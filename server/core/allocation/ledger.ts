import { DomainError } from '../errors.ts';
import type { Minimisation, PolicyChoice } from '../protocol/protocol.ts';
import type { Chance } from './keyed-draw.ts';
import { minimisedSequence, type WeightedMargin } from './minimisation.ts';
import { type IssuedTallies, nextSequence } from './next-sequence.ts';
import { type CompleteBlocks, NO_BLOCKS, nextInBlock, openBlock } from './permuted-blocks.ts';
import { addToTally, copyTally, emptyTally, type SequenceSet, type Tally } from './tally.ts';

/** What one protocol version hands out, and by which rule. */
export interface AllocationPlan {
  readonly set: SequenceSet;
  readonly policy: PolicyChoice;
  /** Keys of the between factors; a stratum names a level of each, in this order. */
  readonly factorKeys: readonly string[];
}

/**
 * Counts of one protocol version's issued slots, kept up to date slot by slot, so that a batch of
 * arrivals is allocated without reading all counts again. Made by `emptyLedger`, changed only by
 * `recordIssued` and `issueNext`.
 */
export interface AllocationLedger {
  readonly plan: AllocationPlan;
  readonly chance: Chance;
  /** By site, then by stratum. */
  readonly cells: Map<string, Map<string, Int32Array>>;
  readonly sites: Map<string, Tally>;
  readonly strata: Map<string, Tally>;
  readonly study: Tally;
  /** Under permuted blocks: complete blocks by site and stratum, as far as they were needed. */
  readonly blocks: Map<string, Map<string, CompleteBlocks>>;
}

/**
 * A ledger with nothing issued.
 *
 * @throws {DomainError} when there are no sequences, they differ in length, or one holds something
 *   else than condition indices below conditionCount
 */
export function emptyLedger(plan: AllocationPlan, chance: Chance): AllocationLedger {
  const { set } = plan;
  const periods = set.sequences[0]?.length ?? 0;
  if (periods === 0) throw new DomainError('There are no sequences to hand out');
  for (const sequence of set.sequences) {
    if (sequence.length !== periods) throw new DomainError('Sequences differ in length');
    for (const condition of sequence) {
      if (!Number.isInteger(condition) || condition < 0 || condition >= set.conditionCount) {
        throw new DomainError(`A sequence names condition index ${condition}`);
      }
    }
  }
  return {
    plan,
    chance,
    cells: new Map(),
    sites: new Map(),
    strata: new Map(),
    study: emptyTally(set),
    blocks: new Map(),
  };
}

/**
 * Counts slots that were issued in the past, for example from stored counts by cell.
 *
 * @param issued.count how many slots of this sequence in this cell, 0 or more
 * @throws {DomainError} when there is no such sequence or the count is not such a number
 */
export function recordIssued(
  ledger: AllocationLedger,
  issued: {
    readonly siteId: string;
    readonly stratum: string;
    readonly sequenceIndex: number;
    readonly count: number;
  },
): void {
  const { set } = ledger.plan;
  const { siteId, stratum, sequenceIndex, count } = issued;
  addToTally(ledger.study, set, sequenceIndex, count);
  addToTally(tallyIn(ledger.sites, siteId, set), set, sequenceIndex, count);
  addToTally(tallyIn(ledger.strata, stratum, set), set, sequenceIndex, count);
  const cell = cellIn(ledger, siteId, stratum);
  cell[sequenceIndex] = (cell[sequenceIndex] ?? 0) + count;
}

/** Who the next slot is for. */
export interface NextSlot {
  readonly siteId: string;
  readonly stratum: string;
  /** From 1 at the site. */
  readonly slotNumber: number;
}

/**
 * Picks the sequence of the next slot by the plan's policy and counts it in the ledger.
 *
 * @returns as `nextSequence`, `nextInBlock`, `minimisedSequence`
 */
export function issueNext(
  ledger: AllocationLedger,
  slot: NextSlot,
): { sequenceIndex: number; drawsUsed: number } {
  const next = pickNext(ledger, slot);
  const { siteId, stratum } = slot;
  recordIssued(ledger, { siteId, stratum, sequenceIndex: next.sequenceIndex, count: 1 });
  return next;
}

function pickNext(
  ledger: AllocationLedger,
  slot: NextSlot,
): { sequenceIndex: number; drawsUsed: number } {
  const { plan, chance } = ledger;
  const { siteId, stratum, slotNumber } = slot;
  const { set, policy } = plan;
  const draw = chance.slot(siteId, slotNumber);
  switch (policy.kind) {
    case 'balanced':
      return nextSequence({ set, issued: issuedTallies(ledger, slot), draw });
    case 'permuted-blocks': {
      const cell = cellIn(ledger, siteId, stratum);
      const complete = mapIn(ledger.blocks, siteId);
      const block = openBlock({
        cell,
        multiples: policy.multiples,
        complete: complete.get(stratum) ?? NO_BLOCKS,
        drawOf: (blockNumber) => chance.block(siteId, stratum, blockNumber),
      });
      complete.set(stratum, block.complete);
      return nextInBlock(block, draw);
    }
    case 'minimisation': {
      const margins = weightedMargins(ledger, policy, slot);
      return minimisedSequence({ sequenceCount: set.sequences.length, margins, policy, draw });
    }
  }
}

/** What has been issued as an arrival there sees it. Not copied: it changes with the ledger. */
export function issuedTallies(
  ledger: AllocationLedger,
  { siteId, stratum }: { readonly siteId: string; readonly stratum: string },
): IssuedTallies {
  const { set } = ledger.plan;
  return {
    cell: cellIn(ledger, siteId, stratum),
    site: tallyIn(ledger.sites, siteId, set),
    stratum: tallyIn(ledger.strata, stratum, set),
    study: ledger.study,
  };
}

/** A ledger with the same counts, which changes apart from the first. */
export function copyLedger(ledger: AllocationLedger): AllocationLedger {
  const inner = <Value>(maps: Map<string, Map<string, Value>>, copy: (value: Value) => Value) =>
    copyMap(maps, (map) => copyMap(map, copy));
  return {
    ...ledger,
    cells: inner(ledger.cells, (cell) => cell.slice()),
    sites: copyMap(ledger.sites, copyTally),
    strata: copyMap(ledger.strata, copyTally),
    study: copyTally(ledger.study),
    blocks: inner(ledger.blocks, (complete) => complete),
  };
}

function copyMap<Value>(map: Map<string, Value>, copy: (value: Value) => Value) {
  return new Map(Array.from(map, ([key, value]): [string, Value] => [key, copy(value)]));
}

/** What minimisation keeps even for an arrival: its site, its level of each factor, the study. */
export function weightedMargins(
  ledger: AllocationLedger,
  { weights }: Minimisation,
  arrival: { readonly siteId: string; readonly stratum: string },
): WeightedMargin[] {
  const { set, factorKeys } = ledger.plan;
  const { counts: site } = tallyIn(ledger.sites, arrival.siteId, set);
  const levels = arrival.stratum.split('.');
  return [
    { counts: site, weight: weights.site },
    ...weights.factors.map(({ factor, weight }) => {
      const place = factorKeys.indexOf(factor);
      const counts = new Int32Array(set.sequences.length);
      for (const [stratum, tally] of ledger.strata) {
        if (stratum.split('.')[place] !== levels[place]) continue;
        for (const [index, count] of tally.counts.entries()) counts[index]! += count;
      }
      return { counts, weight };
    }),
    { counts: ledger.study.counts, weight: weights.study },
  ];
}

function mapIn<Value>(maps: Map<string, Map<string, Value>>, key: string): Map<string, Value> {
  const found = maps.get(key) ?? new Map<string, Value>();
  maps.set(key, found);
  return found;
}

function tallyIn(tallies: Map<string, Tally>, key: string, set: SequenceSet): Tally {
  const found = tallies.get(key);
  if (found !== undefined) return found;
  const created = emptyTally(set);
  tallies.set(key, created);
  return created;
}

function cellIn(ledger: AllocationLedger, siteId: string, stratum: string): Int32Array {
  const site = mapIn(ledger.cells, siteId);
  const cell = site.get(stratum) ?? new Int32Array(ledger.plan.set.sequences.length);
  site.set(stratum, cell);
  return cell;
}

^^^^^^^^^^^^^^^^

> [About this exercise]: Word for word, return each of the entries.

> [Expected answer]:
filename server/core/allocation/ledger.ts
import { DomainError } from '../errors.ts';
import type { Minimisation, PolicyChoice } from '../protocol/protocol.ts';
import type { Chance } from './keyed-draw.ts';
import { minimisedSequence, type WeightedMargin } from './minimisation.ts';
import { type IssuedTallies, nextSequence } from './next-sequence.ts';
import { type CompleteBlocks, NO_BLOCKS, nextInBlock, openBlock } from './permuted-blocks.ts';
import { addToTally, copyTally, emptyTally, type SequenceSet, type Tally } from './tally.ts';

/** What one protocol version hands out, and by which rule. */
export interface AllocationPlan {
  readonly set: SequenceSet;
  readonly policy: PolicyChoice;
  /** Keys of the between factors; a stratum names a level of each, in this order. */
  readonly factorKeys: readonly string[];
}

/**
 * Counts of one protocol version's issued slots, kept up to date slot by slot, so that a batch of
 * arrivals is allocated without reading all counts again. Made by `emptyLedger`, changed only by
 * `recordIssued` and `issueNext`.
 */
export interface AllocationLedger {
  readonly plan: AllocationPlan;
  readonly chance: Chance;
  /** By site, then by stratum. */
  readonly cells: Map<string, Map<string, Int32Array>>;
  readonly sites: Map<string, Tally>;
  readonly strata: Map<string, Tally>;
  readonly study: Tally;
  /** Under permuted blocks: complete blocks by site and stratum, as far as they were needed. */
  readonly blocks: Map<string, Map<string, CompleteBlocks>>;
}

/**
 * A ledger with nothing issued.
 *
 * @throws {DomainError} when there are no sequences, they differ in length, or one holds something
 *   else than condition indices below conditionCount
 */
export function emptyLedger(plan: AllocationPlan, chance: Chance): AllocationLedger {
  const { set } = plan;
  const periods = set.sequences[0]?.length ?? 0;
  if (periods === 0) throw new DomainError('There are no sequences to hand out');
  for (const sequence of set.sequences) {
    if (sequence.length !== periods) throw new DomainError('Sequences differ in length');
    for (const condition of sequence) {
      if (!Number.isInteger(condition) || condition < 0 || condition >= set.conditionCount) {
        throw new DomainError(`A sequence names condition index ${condition}`);
      }
    }
  }
  return {
    plan,
    chance,
    cells: new Map(),
    sites: new Map(),
    strata: new Map(),
    study: emptyTally(set),
    blocks: new Map(),
  };
}

/**
 * Counts slots that were issued in the past, for example from stored counts by cell.
 *
 * @param issued.count how many slots of this sequence in this cell, 0 or more
 * @throws {DomainError} when there is no such sequence or the count is not such a number
 */
export function recordIssued(
  ledger: AllocationLedger,
  issued: {
    readonly siteId: string;
    readonly stratum: string;
    readonly sequenceIndex: number;
    readonly count: number;
  },
): void {
  const { set } = ledger.plan;
  const { siteId, stratum, sequenceIndex, count } = issued;
  addToTally(ledger.study, set, sequenceIndex, count);
  addToTally(tallyIn(ledger.sites, siteId, set), set, sequenceIndex, count);
  addToTally(tallyIn(ledger.strata, stratum, set), set, sequenceIndex, count);
  const cell = cellIn(ledger, siteId, stratum);
  cell[sequenceIndex] = (cell[sequenceIndex] ?? 0) + count;
}

/** Who the next slot is for. */
export interface NextSlot {
  readonly siteId: string;
  readonly stratum: string;
  /** From 1 at the site. */
  readonly slotNumber: number;
}

/**
 * Picks the sequence of the next slot by the plan's policy and counts it in the ledger.
 *
 * @returns as `nextSequence`, `nextInBlock`, `minimisedSequence`
 */
export function issueNext(
  ledger: AllocationLedger,
  slot: NextSlot,
): { sequenceIndex: number; drawsUsed: number } {
  const next = pickNext(ledger, slot);
  const { siteId, stratum } = slot;
  recordIssued(ledger, { siteId, stratum, sequenceIndex: next.sequenceIndex, count: 1 });
  return next;
}

function pickNext(
  ledger: AllocationLedger,
  slot: NextSlot,
): { sequenceIndex: number; drawsUsed: number } {
  const { plan, chance } = ledger;
  const { siteId, stratum, slotNumber } = slot;
  const { set, policy } = plan;
  const draw = chance.slot(siteId, slotNumber);
  switch (policy.kind) {
    case 'balanced':
      return nextSequence({ set, issued: issuedTallies(ledger, slot), draw });
    case 'permuted-blocks': {
      const cell = cellIn(ledger, siteId, stratum);
      const complete = mapIn(ledger.blocks, siteId);
      const block = openBlock({
        cell,
        multiples: policy.multiples,
        complete: complete.get(stratum) ?? NO_BLOCKS,
        drawOf: (blockNumber) => chance.block(siteId, stratum, blockNumber),
      });
      complete.set(stratum, block.complete);
      return nextInBlock(block, draw);
    }
    case 'minimisation': {
      const margins = weightedMargins(ledger, policy, slot);
      return minimisedSequence({ sequenceCount: set.sequences.length, margins, policy, draw });
    }
  }
}

/** What has been issued as an arrival there sees it. Not copied: it changes with the ledger. */
export function issuedTallies(
  ledger: AllocationLedger,
  { siteId, stratum }: { readonly siteId: string; readonly stratum: string },
): IssuedTallies {
  const { set } = ledger.plan;
  return {
    cell: cellIn(ledger, siteId, stratum),
    site: tallyIn(ledger.sites, siteId, set),
    stratum: tallyIn(ledger.strata, stratum, set),
    study: ledger.study,
  };
}

/** A ledger with the same counts, which changes apart from the first. */
export function copyLedger(ledger: AllocationLedger): AllocationLedger {
  const inner = <Value>(maps: Map<string, Map<string, Value>>, copy: (value: Value) => Value) =>
    copyMap(maps, (map) => copyMap(map, copy));
  return {
    ...ledger,
    cells: inner(ledger.cells, (cell) => cell.slice()),
    sites: copyMap(ledger.sites, copyTally),
    strata: copyMap(ledger.strata, copyTally),
    study: copyTally(ledger.study),
    blocks: inner(ledger.blocks, (complete) => complete),
  };
}

function copyMap<Value>(map: Map<string, Value>, copy: (value: Value) => Value) {
  return new Map(Array.from(map, ([key, value]): [string, Value] => [key, copy(value)]));
}

/** What minimisation keeps even for an arrival: its site, its level of each factor, the study. */
export function weightedMargins(
  ledger: AllocationLedger,
  { weights }: Minimisation,
  arrival: { readonly siteId: string; readonly stratum: string },
): WeightedMargin[] {
  const { set, factorKeys } = ledger.plan;
  const { counts: site } = tallyIn(ledger.sites, arrival.siteId, set);
  const levels = arrival.stratum.split('.');
  return [
    { counts: site, weight: weights.site },
    ...weights.factors.map(({ factor, weight }) => {
      const place = factorKeys.indexOf(factor);
      const counts = new Int32Array(set.sequences.length);
      for (const [stratum, tally] of ledger.strata) {
        if (stratum.split('.')[place] !== levels[place]) continue;
        for (const [index, count] of tally.counts.entries()) counts[index]! += count;
      }
      return { counts, weight };
    }),
    { counts: ledger.study.counts, weight: weights.study },
  ];
}

function mapIn<Value>(maps: Map<string, Map<string, Value>>, key: string): Map<string, Value> {
  const found = maps.get(key) ?? new Map<string, Value>();
  maps.set(key, found);
  return found;
}

function tallyIn(tallies: Map<string, Tally>, key: string, set: SequenceSet): Tally {
  const found = tallies.get(key);
  if (found !== undefined) return found;
  const created = emptyTally(set);
  tallies.set(key, created);
  return created;
}

function cellIn(ledger: AllocationLedger, siteId: string, stratum: string): Int32Array {
  const site = mapIn(ledger.cells, siteId);
  const cell = site.get(stratum) ?? new Int32Array(ledger.plan.set.sequences.length);
  site.set(stratum, cell);
  return cell;
}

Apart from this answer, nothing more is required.